Verbandschef: „Es ist drei Minuten vor zwölf“
„Es ist drei Minuten vor zwölf, weil die energieintensiven Unternehmen in Deutschland schlichtweg nicht mehr wettbewerbsfähig sind“, sagte der VCI-Hauptgeschäftsführer Wolfgang Große Entrup den Zeitungen der Mediengruppe Bayern (Freitagsausgaben). Der Grund seien die hohen Energiepreise, die für die Branche das belastendste Thema seien. „Wir brauchen deshalb jetzt kurzfristige Unterstützung“, forderte der Verbandschef.
Um ein Abwandern der Unternehmen zu verhindern, führt für ihn kein Weg am Industriestrompreis vorbei. Dieser sei „ein Must-Have für die energieintensive Industrie und damit für den Standort Deutschland“.
Auch den hohen Bürokratieaufwand für Unternehmen sieht er als schädlich: „Regulierungen müssen durchdacht sein, um die Wettbewerbsfähigkeit nicht zu gefährden. Stattdessen setzt Brüssel auf einen europäischen Green Deal mit 14.000 Seiten Vorschriften.“ Es fehle bei vielen Regulatoren in Brüssel einfach das Verständnis dafür, was für industrielle Prozesse notwendig sei.
EU genehmigt Hilfe von 6,5 Milliarden Euro
Die EU-Kommission genehmigte am Donnerstag derweil staatliche Entlastungen für deutsche Unternehmen in Höhe von 6,5 Milliarden Euro. Dabei handelt es sich um einen Ausgleich für Firmen wegen des nationalen CO2-Preises im Verkehrs- und Wärmebereich. So sollen Unternehmen im internationalen Wettbewerb nicht benachteiligt und eine Verlagerung von Produktion ins Ausland verhindert werden. Die Höhe der Kompensation betrage zwischen 65 Prozent und 95 Prozent der Kosten.

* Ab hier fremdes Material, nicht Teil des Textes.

/// Merges parts whose boxes come within `gap_px` of each other. Only small parts (fragments
/// of one thin feature broken up by the pixel grid) are merged: the box of a long, winding
/// part says little about where its pixels are.
fn merge(parts: Vec<Thin>, gap_px: u32) -> Vec<Thin> {
    let n = parts.len();
    if n > 20_000 {
        return parts;
    }
    let mut parent: Vec<usize> = (0..n).collect();
    fn root(p: &mut [usize], mut i: usize) -> usize {
        while p[i] != i {
            p[i] = p[p[i]];
            i = p[i];
        }
        i
    }
    let small = |t: &Thin| {
        let (x0, y0, x1, y1) = t.bbox;
        (x1 - x0).max(y1 - y0) <= 8 * gap_px
    };
    let mut order: Vec<usize> = (0..n).filter(|&i| small(&parts[i])).collect();
    order.sort_by_key(|&i| parts[i].bbox.0);
    for (k, &i) in order.iter().enumerate() {
        let a = parts[i].bbox;
        for &j in &order[k + 1..] {
            let b = parts[j].bbox;
            if b.0 > a.2.saturating_add(gap_px) {
                break;
            }
            let near_y = b.1 <= a.3.saturating_add(gap_px) && a.1 <= b.3.saturating_add(gap_px);
            if near_y {
                let (ri, rj) = (root(&mut parent, i), root(&mut parent, j));
                parent[ri] = rj;
            }
        }
    }
    let mut groups: Vec<Option<Thin>> = vec![None; n];
    for (i, t) in parts.into_iter().enumerate() {
        let r = root(&mut parent, i);
        groups[r] = Some(match groups[r].take() {
            None => t,
            Some(g) => Thin {
                // The narrowest place of the group is what the user should look at.
                at: if t.width_mm < g.width_mm { t.at } else { g.at },
                bbox: (
                    g.bbox.0.min(t.bbox.0),
                    g.bbox.1.min(t.bbox.1),
                    g.bbox.2.max(t.bbox.2),
                    g.bbox.3.max(t.bbox.3),
                ),
                width_mm: g.width_mm.min(t.width_mm),
            },
        });
    }
    groups.into_iter().flatten().collect()
}

/// Turns thin parts below `limit` (by more than half a pixel) into findings.
fn findings_of(
    parts: &[Thin],
    kind: FindingKind,
    limit: f64,
    area: &Area,
    input: &FilmInput<'_>,
) -> Vec<Finding> {
    let slack = 0.5 * area.pixel_mm();
    parts
        .iter()
        .filter(|t| t.width_mm < limit - slack)
        .map(|t| {
            let at = area.to_mm(t.at.0, t.at.1);
            let (x0, y0, x1, y1) = t.bbox;
            let extent = [
                (x1 - x0 + 1) as f64 * area.mm_x,
                (y1 - y0 + 1) as f64 * area.mm_y,
            ];
            finding(input, kind, at, t.width_mm, limit, extent, None)
        })
        .collect()
}

fn finding(
    input: &FilmInput<'_>,
    kind: FindingKind,
    at: Point,
    width_mm: f64,
    limit_mm: f64,
    extent_mm: [f64; 2],
    drawn_mm: Option<f64>,
) -> Finding {
    Finding {
        number: 0,
        kind,
        film: input.key.to_string(),
        layer: input.title.to_string(),
        at_mm: at,
        width_mm,
        limit_mm,
        extent_mm,
        drawn_mm,
        mark_mm: None,
    }
}

/// Keeps the narrowest `MAX_LISTED` findings; returns how many were dropped.
fn keep_worst(list: &mut Vec<Finding>) -> usize {
    list.sort_by(|a, b| a.width_mm.total_cmp(&b.width_mm));
    let dropped = list.len().saturating_sub(MAX_LISTED);
    list.truncate(MAX_LISTED);
    dropped
}

/// Checks one film. Findings come back unnumbered (number 0).
pub fn check_film(
    input: &FilmInput<'_>,
    board: &Bounds,
    limits: &ProcessLimits,
) -> (FilmCheck, Vec<Finding>) {
    let area = Area::of(input.map, board);
    let (w, h) = area.size(board);
    let mut material = crop(input.film, area.x0, area.y0, w, h);
    if !input.recipe.black_is_material {
        material.invert();
    }
    let gap_px =
        (limits.min_gap_mm.max(limits.min_copper_width_mm) / area.pixel_mm()).ceil() as u32;
    let mut check = FilmCheck {
        film: input.key.to_string(),
        layer: input.title.to_string(),
        dpi: [input.map.dpi_x, input.map.dpi_y],
        copper_area_mm2: None,
        copper_percent: None,
        smallest_width_mm: None,
        smallest_gap_mm: None,
        measured_below_mm: 0.0,
        findings: 0,
        findings_not_listed: 0,
    };
    let smallest = |parts: &[Thin]| {
        let m = parts
            .iter()
            .map(|t| t.width_mm)
            .fold(f64::INFINITY, f64::min);
        m.is_finite().then_some(m)
    };
    let mut lists: Vec<Vec<Finding>> = Vec::new();
    match input.function {
        LayerFunction::Copper => {
            let area_mm2 = material.count_ones() as f64 * area.mm_x * area.mm_y;
            check.copper_area_mm2 = Some(area_mm2);
            let box_mm2 = board.width() * board.height();
            check.copper_percent = (box_mm2 > 0.0).then(|| 100.0 * area_mm2 / box_mm2);
            check.measured_below_mm = limits.min_copper_width_mm.min(limits.min_gap_mm);
            let holes = hole_sites(input);
            let labels = Labels::of(&material);
            let ((copper, gaps), joined) = rayon::join(
                || {
                    rayon::join(
                        || {
                            thin_parts(
                                &material,
                                false,
                                &area,
                                limits.min_copper_width_mm,
                                Keep::Bridges,
                            )
                        },
                        || {
                            let gap = inverted(&material);
                            thin_parts(
                                &gap,
                                true,
                                &area,
                                limits.min_gap_mm,
                                Keep::Separates(&labels),
                            )
                        },
                    )
                },
                || joins::closed_gaps(input, &material, &area, limits.min_gap_mm),
            );
            let copper = merge(copper, gap_px);
            // Drill-centre marks are intended holes in the copper, not gaps.
            let gaps: Vec<Thin> = merge(gaps, gap_px)
                .into_iter()
                .filter(|t| {
                    let at = area.to_mm(t.at.0, t.at.1);
                    !holes.iter().any(|hs| {
                        let r = hs.mark_r + area.pixel_mm();
                        let (dx, dy) = (hs.at.x - at.x, hs.at.y - at.y);
                        dx * dx + dy * dy <= r * r
                    })
                })
                .collect();
            let mut rings = Vec::new();
            let mut ring_holes = Vec::new();
            if limits.min_annular_ring_mm > 0.0 {
                let thin_rings: Vec<(HoleSite, f64)> = holes
                    .par_iter()
                    .filter_map(|hs| {
                        ring_of(&material, &area, hs, limits.min_annular_ring_mm).map(|r| (*hs, r))
                    })
                    .collect();
                for (hs, r) in &thin_rings {
                    let r = *r;
                    ring_holes.push(*hs);
                    let d = 2.0 * hs.open_r;
                    let mut f = finding(
                        input,
                        FindingKind::ThinRing,
                        hs.at,
                        r,
                        limits.min_annular_ring_mm,
                        [d, d],
                        Some(hs.hole_mm),
                    );
                    f.mark_mm = (hs.mark_r > 0.0).then_some(2.0 * hs.mark_r);
                    rings.push(f);
                }
            }
            // A thin ring is one finding, not also a thin piece of copper.
            let copper: Vec<Thin> = copper
                .into_iter()
                .filter(|t| {
                    let at = area.to_mm(t.at.0, t.at.1);
                    !ring_holes.iter().any(|hs| {
                        let r = hs.open_r + limits.min_annular_ring_mm + 2.0 * area.pixel_mm();
                        let (dx, dy) = (hs.at.x - at.x, hs.at.y - at.y);
                        dx * dx + dy * dy <= r * r
                    })
                })
                .collect();
            check.smallest_width_mm = smallest(&copper);
            check.smallest_gap_mm = smallest(&gaps);
            let thin = findings_of(
                &copper,
                FindingKind::ThinCopper,
                limits.min_copper_width_mm,
                &area,
                input,
            );
            let narrow = findings_of(
                &gaps,
                FindingKind::NarrowGap,
                limits.min_gap_mm,
                &area,
                input,
            );
            // Copper under a drill-centre mark or inside a hole is meant to go.
            let mut gone = vanished(input, &material, &area, board, limits);
            gone.retain(|f| {
                !holes.iter().any(|hs| {
                    let reach = hs.open_r - 0.5 * f.extent_mm[0].hypot(f.extent_mm[1]);
                    reach > 0.0 && hs.at.dist(f.at_mm) <= reach
                })
            });
            let (mut copper_gone, mut gap_gone): (Vec<Finding>, Vec<Finding>) = gone
                .into_iter()
                .partition(|f| f.kind == FindingKind::CopperVanishes);
            copper_gone.truncate(MAX_LISTED * 4);
            gap_gone.truncate(MAX_LISTED * 4);
            // A lost clearance is reported once, as such, not also as the copper it joins.
            let joined: Vec<Finding> = joined
                .into_iter()
                .filter(|j| {
                    !gap_gone.iter().any(|g| {
                        let r = 0.5 * g.extent_mm[0].hypot(g.extent_mm[1]) + area.pixel_mm();
                        g.at_mm.dist(j.at_mm) <= r
                    })
                })
                .collect();
            lists.extend([thin, narrow, copper_gone, gap_gone, joined, rings]);
        }
        LayerFunction::SolderMask => {
            check.measured_below_mm = limits.min_mask_web_mm;
            let labels = Labels::of(&material);
            let web = inverted(&material);
            let webs = merge(
                thin_parts(
                    &web,
                    true,
                    &area,
                    limits.min_mask_web_mm,
                    Keep::Separates(&labels),
                ),
                gap_px,
            );
            check.smallest_gap_mm = smallest(&webs);
            lists.push(findings_of(
                &webs,
                FindingKind::ThinMaskWeb,
                limits.min_mask_web_mm,
                &area,
                input,
            ));
        }
        // Legend and paste films: nothing meaningful to measure against the etch limits.
        _ => {}
    }
    let mut out = Vec::new();
    for mut l in lists {
        let total = l.len();
        check.findings_not_listed += keep_worst(&mut l);
        check.findings += total;
        out.extend(l);
    }
    (check, out)
}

Bundeswirtschaftsminister Robert Habeck (Grüne) begrüßte die Beihilfeentscheidung. „Das ist ein wichtiges Signal aus Brüssel für die Unternehmen, die im harten internationalen Wettbewerb stehen und zugleich in Klimaschutz investieren.“ Die Ausgleichszahlungen würden den förderfähigen Unternehmen in Form einer teilweisen Erstattung der im Vorjahr entstandenen zusätzlichen Kosten gewährt. Im Gegenzug müssten begünstigte Unternehmen ökologische Gegenleistungen erbringen - etwa Investitionen zur Verbesserung der Energieeffizienz.
Die Bundesregierung hatte erst am Mittwoch beschlossen, dass der CO2-Preis im Verkehrs- und Wärmebereich im kommenden Jahr stärker steigen soll als bisher geplant. Er soll zum 1. Januar auf 40 Euro pro Tonne angehoben werden, bisher waren 35 Euro geplant. Derzeit liegt er bei 30 Euro. Das Geld soll unter anderem in die energetische Gebäudesanierung und die Dekarbonisierung der Industrie fließen.